I'm a redhead. And just like every other redhead I know, this one thing has defined my life. I'm not the tall girl or the girl with the glasses or the girl who just tripped over that box (although all three are accurate descriptions) - I am The Redhead.

Like most redheads, I HATED my hair as a child. Red hair is a magnet for the elderly and the creepy. But, like most redheads, I grew into it as a teenager. And I learned to love it for the special, neat-o, cool thing it is.

Because it is. Red hair is awesome. Just as J.K. Rowling.

Anyway, the year I learned to love my hair was the same year Green Day released Dookie. Suddenly all of the girls in my school had crushes on Billie Joe and Manic Panic was the thing and my friends were bleaching their hair and dyeing it hot pink and swimming pool green and, yes, electric blue.




And I helped them, I LOVED to help them, but I was always afraid to reach for the bleach myself. Because I had red hair, and it was special. Right? I mean, who would I be if I weren't a redhead? And what if I were some kind of genetic freak, and my hair grew back a different color?

In other words, terror kept me a redhead.

A few years later, those mascara wands for your hair became popular. They were thick and goopy and no hair bleaching was necessary for them to show up and they washed out in a single shampooing. Oh, happy day! I had them in maroon and forest green and sparkly gold and - yes - bright blue. And the blue was my favorite, the only tube I used up. And I remember thinking, Maybe someday I will be brave enough to get the real thing.

And in the meantime, I oogled Clementine and Tibby and Ryan Phillippe's character from Playing By Heart:




(Anyone remember that movie? Dr. Greene from ER and Jon Stewart and an undiscovered Angelina Jolie? It was pretty good when I saw it, but I have no idea what I'd think of it today.)

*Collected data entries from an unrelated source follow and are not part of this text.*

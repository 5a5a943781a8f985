// vitest runs server modules directly; the real 'server-only' package throws outside a React server build.
export {};
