// The block calls of the C interface: thin wrappers over ely::Block, each inside guard().
#include <algorithm>
#include <atomic>
#include <cmath>
#include <cstring>
#include <exception>
#include <limits>
#include <memory>
#include <mutex>
#include <string>
#include <thread>
#include <vector>

#include "base/excerpt.hpp"
#include "config/config.hpp"
#include "elyblock/elyblock.h"
#include "block_handle.hpp"
#include "guard.hpp"
#include "handle.hpp"
#include "batch/pem_batch.hpp"
#include "unit/block.hpp"

namespace {
using ely::Error;
using ely::ErrorKind;
using ely::capi::finish_solve;
using ely::capi::guard;
using ely::capi::require_pointer;

ely::Spec parse_spec(const char* text) {
    if (const ely::SpecInfo* s = ely::find_spec(text)) return s->spec;
    throw Error(ErrorKind::invalid_argument, "unknown spec '" + ely::excerpt(text) + "'; known: " + ely::spec_names());
}

// Batches of fewer points stay on the scalar path (reading the block for the vector kernel costs
// about as much as solving a few points).
constexpr size_t kVectorBatchMinimum = 16;
// Sizes of the versions of ely_variable_info: a caller's struct_size says which members it has.
constexpr size_t kVariableInfoV1 = offsetof(ely_variable_info, description) + sizeof(const char*);
constexpr size_t kVariableInfoV2 = offsetof(ely_variable_info, summary_rank) + sizeof(int32_t);
}  // namespace

namespace {
// The arguments of a batch call, checked (check_batch).
struct BatchArgs {
    const ely_block* block;
    size_t n_points;
    int32_t n_inputs;
    const int32_t* input_indices;
    const double* inputs;
    int32_t n_outputs;
    const int32_t* output_indices;
    double* outputs;
    int32_t* point_status;
    // ely_block_solve_batch_columns: the inputs and outputs as columns (inputs and outputs unused).
    bool by_columns = false;
    const double* const* input_columns = nullptr;
    double* const* output_columns = nullptr;

    bool columns() const { return by_columns; }
    double input(size_t k, int32_t i) const {
        return input_columns ? input_columns[i][k] : inputs[k * static_cast<size_t>(n_inputs) + static_cast<size_t>(i)];
    }
    void output(size_t k, int32_t o, double v) const {
        if (output_columns) output_columns[o][k] = v;
        else outputs[k * static_cast<size_t>(n_outputs) + static_cast<size_t>(o)] = v;
    }
};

Only now - a decade and a half later - have I finally convinced myself of the obvious. It's just hair. And if not now, then when? I realized that if something were to happen to me tomorrow, I would be very sad if I had never had blue hair.

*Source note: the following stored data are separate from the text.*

void Block::finish_step_outputs() {
    const RunSegment& seg = run_.segment;
    RunRates r;
    rates_at(seg, run_.time, run_.y.data(), r, true);
    run_.current_density = r.current_density;
    if (!r.evaluated) {
        // Too cold (or hot) for the cell model and no current: only what the plant does is known.
        for (int i = 0; i < kVarCount; ++i)
            if (variable_info(static_cast<Var>(i)).causality == Causality::output) v_[static_cast<std::size_t>(i)] = kNaN;
        std::fill(v_.begin() + kVarCount, v_.end(), kNaN);
        for (Var v : {cell_current_density, stack_current, stack_power, product_hydrogen, product_oxygen, product_chlorine,
                      product_caustic, product_caustic_solution, feed_water, feed_salt, stream_cathode_mass_flow,
                      stream_anode_mass_flow, perf_load_fraction})
            v_[v] = 0.0;
        v_[stream_cathode_temperature] = v_[stream_anode_temperature] = r.temperature;
        v_[stream_cathode_pressure] = v_[in_pressure_cathode];
        v_[stream_anode_pressure] = v_[in_pressure_anode];
    }
    if (!(r.current_density > 0)) {
        v_[plant_rectifier_loss] = 0.0;
        v_[plant_rectifier_efficiency] = kNaN;
        v_[plant_auxiliary_power] = seg.auxiliaries_on ? v_[par_auxiliaries_fixed] : 0.0;
    }
    v_[plant_power] = r.power_ac;
    v_[stack_temperature] = r.temperature;
    v_[gas_h2_in_o2] = r.separator;
    v_[gas_h2_in_o2_stack] = r.h2_in_o2_stack;
    v_[heat_released] = r.stack_heat + r.heater;
    v_[heat_heater] = r.heater;
    v_[heat_to_coolant] = r.to_coolant;
    v_[heat_loss] = r.loss;
    v_[heat_duty] = v_[heat_released] - r.loss;
    v_[coolant_flow] = r.coolant_flow;
    v_[coolant_outlet_temperature] = r.coolant_outlet;
    v_[state_mode] = static_cast<double>(run_.mode);
    v_[state_hours_operated] = r.hours;
    v_[state_starts] = run_.starts;

    // Alarms: the separator's anode gas, the temperature, a setpoint below the minimum load
    // holding the current there, the cell model's range.
    const auto flag = [](bool raised) { return raised ? 1.0 : 0.0; };
    const double t_max = v_[par_temperature_max];
    const Envelope& e = cell_->envelope();
    v_[alarm_h2_in_o2_warning] = flag(r.separator >= v_[par_alarms_h2_in_o2_warning]);
    v_[alarm_h2_in_o2_trip] = flag(r.separator >= v_[par_alarms_h2_in_o2_trip]);
    v_[alarm_temperature_high] = flag(t_max > 0 && r.temperature > t_max);
    v_[alarm_current_density_high] = flag(r.current_density > rated_current_density() * (1 + 1e-12));
    v_[alarm_load_low] = flag(static_cast<Mode>(seg.mode) == Mode::production && seg.ramp == 0 &&
                              (seg.follows_temperature ? r.at_minimum : seg.below_minimum != 0));
    v_[alarm_extrapolated] = flag(r.evaluated ? r.warnings != 0
                                              : r.temperature < e.temperature_fit_min || r.temperature > e.temperature_fit_max);
    bool any = false;
    for (int a = alarm_first; a <= alarm_last; ++a) any |= v_[static_cast<std::size_t>(a)] > 0;
    v_[alarm_any] = flag(any);
}

SolveOutcome Block::dynamic_outcome() const {
    SolveOutcome out;
    out.warning = v_[alarm_any] > 0;
    if (out.warning) out.message = alarm_message();
    return out;
}

// --- Reset and advance ---------------------------------------------------------------------------

SolveOutcome Block::reset(double start_time) {
    require_finite(start_time, "start_time", "s");
    const RunState before = run_;
    forget_rates();
    try {
        run_ = RunState{};
        run_.running = 1;
        run_.start_time = run_.time = start_time;
        run_.y[rc_temperature] = run_.temperature_at_start = v_[in_temperature];
        run_.hours = v_[in_hours_operated];
        // The new cell's voltage at rated current and the temperature setpoint: the run summary's
        // stack-replacement point adds the degradation to it.
        try {
            PointResult pr;
            const double t_set = v_[par_temperature_setpoint];
            evaluate_point(t_set, 0.0,
                           std::min(rated_current_density(),
                                    max_current_density(t_set, v_[in_pressure_anode], v_[in_pressure_cathode])),
                           pr);
            run_.rated_voltage_new = pr.cell.voltage;
        } catch (const Error& e) {
            if (e.kind() != ErrorKind::out_of_range) throw;
        }
        // The requested mode at once, at its target, without a start-up sequence.
        run_.request = static_cast<int32_t>(effective_request(v_[in_temperature]));
        const auto request = static_cast<ModeRequest>(run_.request);
        run_.mode = static_cast<int32_t>(request == ModeRequest::production ? Mode::production
                                         : request == ModeRequest::standby ? Mode::standby
                                                                           : Mode::off);
        run_.mode_since = start_time;
        run_.start_temperature_reached = run_.y[rc_temperature] >= v_[par_startup_temperature];
        open_segment(start_time);
        if (run_.ramp != 0) {
            run_.current_density = run_.segment.follows_temperature ? run_.segment.guess_current : run_.segment.target;
            open_segment(start_time);
        }
        // The separator holds the gas the stacks make now (none without current).
        if (run_.current_density > 0) {
            RunRates r;
            rates_at(run_.segment, start_time, run_.y.data(), r, false);
            run_.y[rc_separator] = r.h2_in_o2_stack;
            open_segment(start_time);
        }
        // The valve's controller starts with the opening that balances the plant's heat now as its
        // integral term: a plant reset at its setpoint starts settled.
        if (run_.segment.valve_controlled && run_.segment.coolant_on) {
            RunRates r;
            rates_at(run_.segment, start_time, run_.y.data(), r, false);
            const double excess = r.stack_heat + r.heater - r.loss, full_flow = v_[in_coolant_flow];
            const auto cooling = [&](double u) {
                return coolant_heat(v_[par_exchanger_ua], v_[par_coolant_heat_capacity], u * full_flow,
                                    v_[in_coolant_temperature], run_.y[rc_temperature])
                    .heat;
            };
            double u = 0.0;
            if (cooling(1.0) <= excess) u = 1.0;
            else if (cooling(0.0) < excess)
                u = brent_root([&](double x) { return cooling(x) - excess; }, 0.0, 1.0, cooling(0.0) - excess,
                               cooling(1.0) - excess, 1e-14);
            run_.y[rc_valve] = u;
            open_segment(start_time);
        }
        run_.alarm[kWarning] = run_.y[rc_separator] >= v_[par_alarms_h2_in_o2_warning];
        run_.alarm[kTrip] = run_.y[rc_separator] >= v_[par_alarms_h2_in_o2_trip];
        run_.alarm[kTemperatureHigh] = v_[par_temperature_max] > 0 && run_.y[rc_temperature] >= v_[par_temperature_max];
        for (std::size_t a = 0; a < run_.alarm.size(); ++a)
            if (run_.alarm[a]) run_.totals.alarm_onsets[a] += 1;
        if (run_.alarm[kTrip]) run_.totals.first_trip_time = start_time;
        finish_step_outputs();
        commit_good_state();
    } catch (...) {
        run_ = before;
        roll_back();
        throw;
    }
    return dynamic_outcome();
}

So I know it doesn't sound like a big deal. People dye their hair every day. And it's not like I even dyed the whole thing. I'm still 85% redhead. But to me? This is HUGE. On par with tattooing my cheekbones or piercing my elbows. Very scary and very brave and very exciting.

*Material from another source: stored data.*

#!/usr/bin/python3
"""Monte Carlo: the demo plant's yearly hydrogen when its kinetics and degradation are uncertain.

The demo plant (examples/demo-plant.json, an invented scenario) runs a year on an invented hourly
power profile (wind and sun of our own making, fixed seed). Three of its parameters are drawn
at random for each sample: the anode exchange current density (log-normal), the anode transfer
coefficient (normal) and the voltage degradation rate (uniform); the spreads are invented for
the demo. Each sample's year is one batch call at the power spec (hours below the minimum load
are off), with the operating hours, and so the degradation, growing through the year.

Locally (default) the samples run one after another; with --scheduler ADDRESS they run on a Dask
cluster, and with --local-cluster N on N local worker processes, through
elyblock.distributed.batch_plants (one task per sample, reduced on the worker to its totals).
Writes samples.csv and yearly_hydrogen.png/.svg into the output folder.

    /usr/bin/python3 examples/python/monte_carlo.py [--samples 200] [--local-cluster 2] [--output-dir DIR]
"""
import argparse
import json
import pathlib
import time

import numpy as np
import pandas as pd
from matplotlib.figure import Figure

import elyblock
import elyblock.distributed
from elyblock import plots

HERE = pathlib.Path(__file__).resolve().parent
DEMO_PLANT = HERE.parent / "demo-plant.json"
HOURS = 8760
OUTPUTS = ["product.hydrogen", "plant.power", "cell.voltage"]


def power_profile(rated_power, seed=2024):
    """An invented hourly DC power profile for one year, W: wind as a slowly varying random
    capacity factor, sun as a clipped daily sine with a seasonal swing (all invented)."""
    rng = np.random.default_rng(seed)
    hours = np.arange(HOURS)
    wind = np.empty(HOURS)
    wind[0] = 0.4
    for h in range(1, HOURS):  # first-order autoregressive, a day or so of memory (invented)
        wind[h] = wind[h - 1] + 0.04 * (0.38 - wind[h - 1]) + 0.06 * rng.standard_normal()
    wind = np.clip(wind, 0.0, 1.0)
    season = 0.75 + 0.25 * np.cos(2 * np.pi * (hours / 24 - 172) / 365)
    sun = np.clip(np.sin(2 * np.pi * ((hours % 24) - 6) / 24), 0.0, None) * season
    return rated_power * np.clip(0.7 * wind + 0.45 * sun, 0.0, 0.95)


def draw_plants(base, samples, power, seed=7):
    """Plant descriptions with the uncertain parameters drawn (spreads invented for the demo),
    at the power spec with ``power`` (W) as their initial power."""
    rng = np.random.default_rng(seed)
    exchange = 1e-3 * np.exp(rng.normal(0.0, np.log(2.0), samples))   # A/m2, median 1e-3, factor 2 at 1 sigma
    transfer = rng.normal(1.5, 0.08, samples)                          # anode transfer coefficient
    degradation = rng.uniform(2e-6, 8e-6, samples)                     # V/h
    plants = []
    for j0, alpha, rate in zip(exchange, transfer, degradation):
        cell = dict(base.get("cell", {}), anode_exchange_current_density=float(j0),
                    anode_transfer_coefficient_forward=float(alpha), anode_transfer_coefficient_backward=float(alpha))
        plant = dict(base, cell=cell, plant=dict(base["plant"], degradation={"voltage_rate": float(rate)}))
        plant["operating"] = dict(base["operating"], spec="power", power=float(power))
        plants.append(plant)
    parameters = pd.DataFrame({"anode_exchange_current_density": exchange, "anode_transfer_coefficient": transfer,
                               "voltage_rate_uV_per_h": degradation * 1e6})
    return plants, parameters


def year_totals(result):
    """A year's totals from one sample's batch (runs on the Dask worker when distributed)."""
    hydrogen = float(np.nansum(result["product.hydrogen"]) * 3600.0)      # kg
    energy = float(np.nansum(result["plant.power"]) * 3600.0)             # J, AC
    return {"hydrogen_t": hydrogen / 1000.0, "energy_GWh": energy / 3.6e12,
            "specific_energy_kWh_per_kg": energy / 3.6e6 / hydrogen,
            "voltage_end_V": float(result["cell.voltage"][np.isfinite(result["cell.voltage"])][-1]),
            "failed_hours": int(np.count_nonzero(result["status"] < 0))}


def year_inputs(base):
    """The hours the plant runs (above its minimum load) with their power and operating hours."""
    block = elyblock.Block(base)
    block.solve(current_density=block["param.current_density_max"])
    rated = block["stack.power"]
    power = power_profile(rated)
    running = power >= 0.12 * rated  # the minimum load is 10 % of the current density; keep a margin
    hours_operated = base["operating"].get("hours_operated", 0) + np.cumsum(running)[running]
    return {"in.power": power[running], "in.hours_operated": hours_operated.astype(float)}, rated, running.sum()


def histogram(table):
    figure = Figure(figsize=(7.0, 4.5), layout="constrained")
    ax = figure.add_subplot()
    ax.hist(table["hydrogen_t"], bins=30, color="tab:blue", alpha=0.8)
    for q, style in ((0.1, ":"), (0.5, "-"), (0.9, ":")):
        ax.axvline(table["hydrogen_t"].quantile(q), color="black", linestyle=style, label=f"P{q * 100:.0f}")
    ax.set_xlabel("hydrogen in the year [t]")
    ax.set_ylabel("samples")
    ax.set_title("yearly hydrogen with uncertain kinetics and degradation")
    ax.legend(fontsize="small")
    return figure


def run(plants, inputs, client=None):
    if client is None:
        return [year_totals(elyblock.Block(p).batch(inputs, OUTPUTS, with_status=True)) for p in plants]
    return elyblock.distributed.batch_plants(client, plants, inputs, OUTPUTS, with_status=True, reduce=year_totals)


def main(argv=None):
    parser = argparse.ArgumentParser(description=__doc__.split("\n\n")[0])
    parser.add_argument("--plant", type=pathlib.Path, default=DEMO_PLANT)
    parser.add_argument("--samples", type=int, default=200)
    parser.add_argument("--output-dir", type=pathlib.Path, default=pathlib.Path("."))
    where = parser.add_mutually_exclusive_group()
    where.add_argument("--scheduler", help="address of a Dask scheduler, e.g. tcp://10.0.0.5:8786")
    where.add_argument("--local-cluster", type=int, metavar="N", help="run on N local Dask worker processes")
    args = parser.parse_args(argv)
    args.output_dir.mkdir(parents=True, exist_ok=True)

    base = json.loads(args.plant.read_text())
    inputs, rated, running = year_inputs(base)
    plants, parameters = draw_plants(base, args.samples, np.median(inputs["in.power"]))
    print(f"elyblock {elyblock.__version__}: {args.samples} samples of a year, {running} running hours of "
          f"{HOURS}, rated DC power {rated / 1e6:.1f} MW")

    if args.scheduler or args.local_cluster:
        from dask.distributed import Client, LocalCluster
        cluster = None if args.scheduler else LocalCluster(n_workers=args.local_cluster, threads_per_worker=1,
                                                           processes=True, dashboard_address=None)
        with Client(args.scheduler or cluster) as client:
            started = time.perf_counter()
            totals = run(plants, inputs, client)
            elapsed = time.perf_counter() - started
        if cluster is not None:
            cluster.close()
    else:
        started = time.perf_counter()
        totals = run(plants, inputs)
        elapsed = time.perf_counter() - started

    table = pd.concat([parameters, pd.DataFrame(totals)], axis=1)
    table.to_csv(args.output_dir / "samples.csv", index=False)
    h2 = table["hydrogen_t"]
    print(f"{elapsed:.2f} s for {args.samples * running} operating points")
    print(f"yearly hydrogen: P10 {h2.quantile(0.1):.0f} t, P50 {h2.quantile(0.5):.0f} t, P90 {h2.quantile(0.9):.0f} t; "
          f"specific energy (AC) P50 {table['specific_energy_kWh_per_kg'].median():.1f} kWh/kg")
    if table["failed_hours"].any():
        print(f"hours that failed to solve: {int(table['failed_hours'].sum())} over all samples")
    plots.save(histogram(table), args.output_dir / "yearly_hydrogen")
    return 0


if __name__ == "__main__":  # Dask's worker processes import this file: run only when started
    raise SystemExit(main())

And I'm so proud of myself.

4.02.2008

SCBWI & Laini & Faeries (oh my)

Would you forgive me for a moment while I squeal like a fangirl?

AHHHHHHHHHHHHH!!!! Laini Taylor commented on my blog on Monday!!! HOLY CUPCAKES!!!!!! EEEEEEEEEEKK!!!

Whew. Thanks.

I needed that.

In other excellent news, I'm going to Washington this month! I've just signed up for this. So many amazing people are going to be there - Mo Willems, Arthur Levine, Chris Crutcher, Kirby Larson, my dream agent (whose name will not be mentioned for jinxing purposes), and - oh yeah - LAINI TAYLOR. And I'm totally taking her workshop. The description:

"Laini Taylor will discuss generating ideas for a fantasy novel or series, plumbing the depths of nature and world folklore to enrich your ideas, building a world your readers will want to live in, creating characters they will want to be, and weaving it all together into an intricate and satisfying plot. And, she’ll give out buttons. And maybe candy."

For those not familiar with her work, Laini is the author of the fabulous Faeries of Dreamdark: Blackbringer. She has a lyrical way with language that makes me shiver with jealousy (in a good way), and she's created an incredible world of tattooed, devil-fighting faeries and an enchanted forest I'd give my left foot to live in. Or both my feet. And my legs.




She's also the author of the most helpful, enthusiastic writing advice online, Not for Robots. And she has a wicked beautiful, sparkly, colorful house, and she is generous on her blog with pictures of it. And she has pink hair.

Check her out! The Amazon reviews don't lie. Laini rocks.